Dataset items:
/* resolve.h — shared state of AST -> IR resolution (private to the front end).
 *
 * resolve.c walks the statements, eval.c computes expressions (units,
 * dimensions, names), space.c settles electrons and the orbital space.
 *
 * Ownership: the rs context owns the parsed ASTs of every file it read and the
 * tables below; rs_free releases them.  The ir_recipe it builds is handed to
 * the caller of front_resolve.
 */
#ifndef CAIRN_FRONT_RESOLVE_H
#define CAIRN_FRONT_RESOLVE_H

#include "cairn/diag.h"
#include "cairn/front.h"
#include "cairn/ir.h"
#include "front/ast.h"

#include <stddef.h>

/* CODATA 2018: 1 bohr = 0.529177210903 angstrom. */
#define RS_ANGSTROM_PER_BOHR 0.529177210903

typedef enum rs_dim { RS_BARE, RS_LENGTH, RS_ANGLE } rs_dim;

/* A computed value: internal units (bohr, radian) and what it was made of. */
typedef struct rs_val {
  double v;
  rs_dim dim;
  ir_unit unit;      /* unit word it was written in (NONE: bare) */
  int varies;        /* depends on the varied name */
  diag_span vspan;   /* where the varied name (or a let using it) appears */
} rs_val;

typedef struct rs_name {
  diag_span name;    /* its spelling */
  ast_stmt *def;     /* the let, or the vary for a new name */
  int order;         /* index of the defining statement */
  int is_vary;       /* the scanned name (a new name, or a let that `vary` overrides) */
  int state;         /* 0 not yet evaluated, 2 ok, 3 failed (reported) */
  rs_val val;        /* the value at its definition */
  int cache_point;   /* scan point of `cache`, -1 none */
  rs_val cache;
} rs_name;

typedef enum rs_slot {
  RS_ATOMS, RS_CHARGE, RS_MULT, RS_BASIS, RS_INTEGRALS, RS_ORBITALS, RS_ENCODING, RS_REFERENCE,
  RS_POOL, RS_CHOOSE, RS_ORDER, RS_TROTTER, RS_OPTIMIZE, RS_VARY, RS_NSLOTS
} rs_slot;

typedef struct rs {
  diag_ctx *d;
  front_opts o;
  ir_recipe *r;
  int32_t top;               /* the top file */

  ast_file **asts;           /* every parsed file */
  int nasts;
  size_t capasts;
  ast_stmt **st;             /* all statements in order, `use`s expanded */
  int nst;
  size_t capst;
  char **stack;              /* normalized paths of the files being read (use chain) */
  int nstack;
  size_t capstack;
  char **included;           /* normalized paths of every file read */
  int nincluded;
  size_t capincluded;

  rs_name *names;
  int nnames;
  size_t capnames;
  ast_stmt *one[RS_NSLOTS];  /* the statement of each once-only slot */
  rs_name *varied;           /* the scanned name, or NULL */
  rs_dim vary_dim;
  ir_unit vary_unit;
  double vary_from;          /* internal units */
  int vary_ok;
  int scan_points;           /* points of the scan (0: no scan) */
  int scan_used;             /* an atom coordinate depends on the scanned name */

  int point;                 /* -1: definition values; k >= 0: scan point k */
  double point_value;        /* the scanned value at point k, internal units */
  double point_param;        /* ... in the scan's unit */
  int cur;                   /* index of the statement being evaluated (names defined before it) */
  int syntax_errors;
  int use_failed;            /* a `use`d file could not be read */
  diag_span header_span;     /* the `cairn 1` line of the top file */
  int molecule_ok;           /* atoms, charge, basis (or integrals) resolved */
  int qubits;                /* 2 x active orbitals, -1 while unknown */
} rs;

/* eval.c */
/* Evaluate e; 0 and *out, or -1 after reporting (or silently when the error
 * was reported before). */
int front_eval(rs *c, const ast_expr *e, rs_val *out);
/* A setting value: bare, not varying, finite.  `what` names it in messages. */
int front_eval_number(rs *c, const ast_expr *e, const char *what, double *out);
/* A whole number in [lo, hi]. */
int front_eval_int(rs *c, const ast_expr *e, const char *what, long lo, long hi, long *out);
/* Find a name defined before statement c->cur; reports when missing. */
rs_name *front_lookup(rs *c, diag_span name, int report);
const char *front_dim_name(rs_dim d);
/* Report that the varied name reaches a place it may not. */
void front_varies_error(rs *c, const rs_val *v, const char *where);

/* space.c: electrons, multiplicity, orbital count and the orbital space. */
void front_space(rs *c);

/* resolve.c helpers used by the others */
/* Parse a whole number token ("12"); -1 after reporting when it is not one. */
int front_index(rs *c, diag_span s, int bad, long *out);

#endif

**PROMPT**
Output each line of the records above exactly, beginning at the first, and stop once the line containing "#ifndef CAIRN_FRONT_RESOLVE_H" has been output.

**REPLY TO THE TASK**
/* resolve.h — shared state of AST -> IR resolution (private to the front end).
 *
 * resolve.c walks the statements, eval.c computes expressions (units,
 * dimensions, names), space.c settles electrons and the orbital space.
 *
 * Ownership: the rs context owns the parsed ASTs of every file it read and the
 * tables below; rs_free releases them.  The ir_recipe it builds is handed to
 * the caller of front_resolve.
 */
#ifndef CAIRN_FRONT_RESOLVE_H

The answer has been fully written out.